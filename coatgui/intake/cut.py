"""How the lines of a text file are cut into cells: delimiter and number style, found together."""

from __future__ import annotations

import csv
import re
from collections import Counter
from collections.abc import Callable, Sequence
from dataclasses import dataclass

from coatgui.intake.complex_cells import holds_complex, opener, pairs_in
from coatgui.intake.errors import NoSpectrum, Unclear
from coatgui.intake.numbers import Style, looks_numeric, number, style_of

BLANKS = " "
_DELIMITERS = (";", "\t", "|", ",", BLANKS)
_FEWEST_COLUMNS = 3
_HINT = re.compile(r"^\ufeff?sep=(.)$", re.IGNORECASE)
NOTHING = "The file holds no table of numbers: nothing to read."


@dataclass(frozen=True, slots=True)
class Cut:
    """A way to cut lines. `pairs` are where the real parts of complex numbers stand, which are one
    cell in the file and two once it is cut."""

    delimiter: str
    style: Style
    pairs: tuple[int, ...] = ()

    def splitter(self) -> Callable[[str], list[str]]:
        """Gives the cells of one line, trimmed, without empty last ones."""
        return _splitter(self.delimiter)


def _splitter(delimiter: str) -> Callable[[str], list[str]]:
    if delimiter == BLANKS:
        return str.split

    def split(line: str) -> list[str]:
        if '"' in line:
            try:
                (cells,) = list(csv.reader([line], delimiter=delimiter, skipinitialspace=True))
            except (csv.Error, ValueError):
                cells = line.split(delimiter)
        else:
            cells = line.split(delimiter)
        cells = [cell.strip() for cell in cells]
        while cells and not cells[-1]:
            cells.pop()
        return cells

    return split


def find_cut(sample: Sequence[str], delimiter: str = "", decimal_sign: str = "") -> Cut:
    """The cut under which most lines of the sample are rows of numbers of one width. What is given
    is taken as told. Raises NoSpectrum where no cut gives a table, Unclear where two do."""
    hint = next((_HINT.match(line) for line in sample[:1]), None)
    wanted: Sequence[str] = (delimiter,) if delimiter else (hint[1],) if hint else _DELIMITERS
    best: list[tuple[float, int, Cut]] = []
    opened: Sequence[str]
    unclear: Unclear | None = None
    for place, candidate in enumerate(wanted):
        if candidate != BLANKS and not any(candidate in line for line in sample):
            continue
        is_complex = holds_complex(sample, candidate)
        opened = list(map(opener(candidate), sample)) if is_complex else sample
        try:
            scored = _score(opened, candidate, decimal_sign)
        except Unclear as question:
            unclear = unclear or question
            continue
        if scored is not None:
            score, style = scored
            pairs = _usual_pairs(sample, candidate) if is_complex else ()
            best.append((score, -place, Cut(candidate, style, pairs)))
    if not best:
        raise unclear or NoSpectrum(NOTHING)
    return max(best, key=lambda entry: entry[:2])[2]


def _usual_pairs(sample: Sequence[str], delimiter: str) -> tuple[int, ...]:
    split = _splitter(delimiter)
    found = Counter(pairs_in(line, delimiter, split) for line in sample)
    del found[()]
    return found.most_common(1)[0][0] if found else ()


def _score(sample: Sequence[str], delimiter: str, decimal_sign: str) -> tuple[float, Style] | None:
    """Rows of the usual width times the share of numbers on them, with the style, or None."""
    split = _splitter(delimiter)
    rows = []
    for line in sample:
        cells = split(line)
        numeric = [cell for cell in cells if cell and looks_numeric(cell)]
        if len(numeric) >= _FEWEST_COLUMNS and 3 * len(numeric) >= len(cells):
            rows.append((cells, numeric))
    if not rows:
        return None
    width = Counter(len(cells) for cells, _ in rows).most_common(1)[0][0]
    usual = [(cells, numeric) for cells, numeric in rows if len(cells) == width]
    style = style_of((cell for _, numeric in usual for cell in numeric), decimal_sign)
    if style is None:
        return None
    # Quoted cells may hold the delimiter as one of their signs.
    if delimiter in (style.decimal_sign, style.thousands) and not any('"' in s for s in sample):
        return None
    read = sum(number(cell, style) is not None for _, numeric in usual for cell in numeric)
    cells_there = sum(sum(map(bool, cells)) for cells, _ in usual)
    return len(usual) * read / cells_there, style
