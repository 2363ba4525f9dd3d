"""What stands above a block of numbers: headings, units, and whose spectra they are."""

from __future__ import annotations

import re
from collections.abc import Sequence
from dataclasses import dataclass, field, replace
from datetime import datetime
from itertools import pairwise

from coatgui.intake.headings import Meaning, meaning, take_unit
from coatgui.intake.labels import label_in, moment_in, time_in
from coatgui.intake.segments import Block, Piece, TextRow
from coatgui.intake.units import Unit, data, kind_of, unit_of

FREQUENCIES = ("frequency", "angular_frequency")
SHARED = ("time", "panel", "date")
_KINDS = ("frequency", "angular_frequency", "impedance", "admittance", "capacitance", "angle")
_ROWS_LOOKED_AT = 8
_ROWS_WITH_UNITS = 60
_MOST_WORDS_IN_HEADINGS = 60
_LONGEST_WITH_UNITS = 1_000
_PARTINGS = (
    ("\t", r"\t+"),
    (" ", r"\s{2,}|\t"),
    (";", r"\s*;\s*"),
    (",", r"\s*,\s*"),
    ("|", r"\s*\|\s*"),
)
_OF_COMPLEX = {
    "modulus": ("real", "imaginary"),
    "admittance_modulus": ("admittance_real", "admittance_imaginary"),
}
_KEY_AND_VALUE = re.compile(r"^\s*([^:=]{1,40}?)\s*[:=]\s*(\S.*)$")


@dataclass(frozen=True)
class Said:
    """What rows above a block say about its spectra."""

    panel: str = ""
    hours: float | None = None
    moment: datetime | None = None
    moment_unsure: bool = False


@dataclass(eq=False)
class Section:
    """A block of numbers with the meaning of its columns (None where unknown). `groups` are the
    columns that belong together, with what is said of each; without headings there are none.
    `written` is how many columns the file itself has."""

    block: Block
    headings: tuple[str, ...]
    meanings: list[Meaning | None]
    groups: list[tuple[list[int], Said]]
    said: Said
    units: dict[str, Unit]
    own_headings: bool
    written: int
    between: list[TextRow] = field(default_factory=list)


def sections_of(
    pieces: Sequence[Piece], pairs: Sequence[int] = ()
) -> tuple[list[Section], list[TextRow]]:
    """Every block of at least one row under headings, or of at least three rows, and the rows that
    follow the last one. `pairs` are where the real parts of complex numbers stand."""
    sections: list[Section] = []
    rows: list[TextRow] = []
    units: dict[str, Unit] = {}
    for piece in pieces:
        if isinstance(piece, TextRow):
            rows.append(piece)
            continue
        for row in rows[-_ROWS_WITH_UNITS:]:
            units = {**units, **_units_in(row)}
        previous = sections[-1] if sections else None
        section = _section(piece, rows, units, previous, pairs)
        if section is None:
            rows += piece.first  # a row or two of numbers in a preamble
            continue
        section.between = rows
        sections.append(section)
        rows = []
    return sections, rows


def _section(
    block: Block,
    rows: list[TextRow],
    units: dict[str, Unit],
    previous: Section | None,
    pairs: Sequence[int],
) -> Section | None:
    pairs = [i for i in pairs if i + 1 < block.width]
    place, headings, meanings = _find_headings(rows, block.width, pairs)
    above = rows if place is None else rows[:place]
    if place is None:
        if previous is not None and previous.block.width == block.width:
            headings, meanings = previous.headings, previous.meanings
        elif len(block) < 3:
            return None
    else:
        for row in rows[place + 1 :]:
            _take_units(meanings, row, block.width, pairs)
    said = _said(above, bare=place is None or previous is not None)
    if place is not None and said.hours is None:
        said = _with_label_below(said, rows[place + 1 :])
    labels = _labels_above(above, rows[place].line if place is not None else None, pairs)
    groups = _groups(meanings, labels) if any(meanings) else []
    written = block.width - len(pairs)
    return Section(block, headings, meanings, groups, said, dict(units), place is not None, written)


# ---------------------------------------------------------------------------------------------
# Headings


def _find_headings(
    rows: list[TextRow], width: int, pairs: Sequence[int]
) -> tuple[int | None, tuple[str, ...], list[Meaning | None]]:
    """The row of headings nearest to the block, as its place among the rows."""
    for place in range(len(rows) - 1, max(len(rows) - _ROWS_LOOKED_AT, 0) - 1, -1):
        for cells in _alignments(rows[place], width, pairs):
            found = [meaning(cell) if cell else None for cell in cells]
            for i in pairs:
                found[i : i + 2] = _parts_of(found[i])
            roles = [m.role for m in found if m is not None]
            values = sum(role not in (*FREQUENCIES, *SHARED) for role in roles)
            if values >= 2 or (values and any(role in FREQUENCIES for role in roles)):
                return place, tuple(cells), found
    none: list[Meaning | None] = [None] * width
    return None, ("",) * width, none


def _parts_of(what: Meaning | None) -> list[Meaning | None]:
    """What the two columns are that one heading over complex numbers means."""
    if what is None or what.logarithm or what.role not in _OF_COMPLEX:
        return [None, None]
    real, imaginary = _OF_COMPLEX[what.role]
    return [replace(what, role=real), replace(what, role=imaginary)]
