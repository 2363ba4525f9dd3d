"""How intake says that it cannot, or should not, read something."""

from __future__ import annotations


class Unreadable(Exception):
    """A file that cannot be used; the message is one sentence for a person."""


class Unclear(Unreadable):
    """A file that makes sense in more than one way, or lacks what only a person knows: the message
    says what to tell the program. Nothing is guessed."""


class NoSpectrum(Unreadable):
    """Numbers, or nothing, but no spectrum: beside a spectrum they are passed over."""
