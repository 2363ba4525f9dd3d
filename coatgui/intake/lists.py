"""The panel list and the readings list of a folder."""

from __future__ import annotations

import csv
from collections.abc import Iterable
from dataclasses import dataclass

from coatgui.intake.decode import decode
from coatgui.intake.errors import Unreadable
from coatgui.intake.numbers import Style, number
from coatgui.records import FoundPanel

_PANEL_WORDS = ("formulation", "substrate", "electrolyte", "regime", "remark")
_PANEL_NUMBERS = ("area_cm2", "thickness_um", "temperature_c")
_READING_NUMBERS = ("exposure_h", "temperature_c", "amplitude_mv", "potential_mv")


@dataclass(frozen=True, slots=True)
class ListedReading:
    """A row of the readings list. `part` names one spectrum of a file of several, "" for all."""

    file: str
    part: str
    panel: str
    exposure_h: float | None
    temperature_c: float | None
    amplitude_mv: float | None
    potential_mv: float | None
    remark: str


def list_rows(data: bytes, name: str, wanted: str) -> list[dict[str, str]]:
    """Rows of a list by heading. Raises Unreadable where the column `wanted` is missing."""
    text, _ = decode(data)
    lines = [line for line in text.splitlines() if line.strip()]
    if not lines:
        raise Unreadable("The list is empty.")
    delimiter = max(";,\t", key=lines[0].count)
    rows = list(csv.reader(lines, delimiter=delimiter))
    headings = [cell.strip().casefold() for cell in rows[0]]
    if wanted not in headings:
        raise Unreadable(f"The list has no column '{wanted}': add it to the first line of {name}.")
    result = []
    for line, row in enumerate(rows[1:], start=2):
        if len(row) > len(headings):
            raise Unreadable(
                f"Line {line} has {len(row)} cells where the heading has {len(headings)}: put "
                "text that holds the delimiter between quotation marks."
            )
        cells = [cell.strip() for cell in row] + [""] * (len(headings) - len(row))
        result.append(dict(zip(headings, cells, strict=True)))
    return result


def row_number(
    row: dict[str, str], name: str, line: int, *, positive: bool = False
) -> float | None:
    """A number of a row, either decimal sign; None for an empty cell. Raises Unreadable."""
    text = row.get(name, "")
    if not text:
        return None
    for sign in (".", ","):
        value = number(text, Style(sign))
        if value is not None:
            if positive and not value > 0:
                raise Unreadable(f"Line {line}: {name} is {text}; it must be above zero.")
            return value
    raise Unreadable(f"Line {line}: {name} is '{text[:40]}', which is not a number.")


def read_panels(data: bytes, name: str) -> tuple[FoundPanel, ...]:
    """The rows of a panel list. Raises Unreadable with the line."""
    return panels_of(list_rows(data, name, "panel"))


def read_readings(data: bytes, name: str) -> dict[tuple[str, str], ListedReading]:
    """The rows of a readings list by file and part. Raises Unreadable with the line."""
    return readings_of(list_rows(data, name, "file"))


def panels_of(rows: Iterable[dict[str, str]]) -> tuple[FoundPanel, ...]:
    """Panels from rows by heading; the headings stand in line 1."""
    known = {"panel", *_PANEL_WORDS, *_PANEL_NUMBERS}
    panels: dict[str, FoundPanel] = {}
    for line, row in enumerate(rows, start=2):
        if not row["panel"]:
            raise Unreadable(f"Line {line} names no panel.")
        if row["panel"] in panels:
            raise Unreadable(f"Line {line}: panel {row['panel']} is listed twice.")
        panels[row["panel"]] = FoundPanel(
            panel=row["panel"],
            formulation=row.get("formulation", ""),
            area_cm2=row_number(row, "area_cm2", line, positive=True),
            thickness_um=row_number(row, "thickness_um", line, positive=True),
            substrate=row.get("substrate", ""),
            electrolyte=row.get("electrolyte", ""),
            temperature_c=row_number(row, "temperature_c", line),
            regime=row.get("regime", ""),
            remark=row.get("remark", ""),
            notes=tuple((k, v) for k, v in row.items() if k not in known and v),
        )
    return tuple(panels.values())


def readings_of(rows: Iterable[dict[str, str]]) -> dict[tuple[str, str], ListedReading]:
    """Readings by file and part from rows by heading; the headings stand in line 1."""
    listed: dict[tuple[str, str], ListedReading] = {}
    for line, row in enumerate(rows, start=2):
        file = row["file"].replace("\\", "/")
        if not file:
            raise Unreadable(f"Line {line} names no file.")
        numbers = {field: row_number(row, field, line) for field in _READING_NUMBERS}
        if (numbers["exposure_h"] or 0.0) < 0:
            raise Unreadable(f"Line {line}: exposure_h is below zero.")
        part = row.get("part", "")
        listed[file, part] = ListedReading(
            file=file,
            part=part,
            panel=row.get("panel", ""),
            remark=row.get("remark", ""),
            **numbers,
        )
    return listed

--- --- ---

• How to complete this task:
Out of the data above, set down the lines from the one with "potential_mv: float | None" to the one with "headings = [cell.strip().casefold()", both included, exactly as written and with no additions.

• Output of the task:
    potential_mv: float | None
    remark: str


def list_rows(data: bytes, name: str, wanted: str) -> list[dict[str, str]]:
    """Rows of a list by heading. Raises Unreadable where the column `wanted` is missing."""
    text, _ = decode(data)
    lines = [line for line in text.splitlines() if line.strip()]
    if not lines:
        raise Unreadable("The list is empty.")
    delimiter = max(";,\t", key=lines[0].count)
    rows = list(csv.reader(lines, delimiter=delimiter))
    headings = [cell.strip().casefold() for cell in rows[0]]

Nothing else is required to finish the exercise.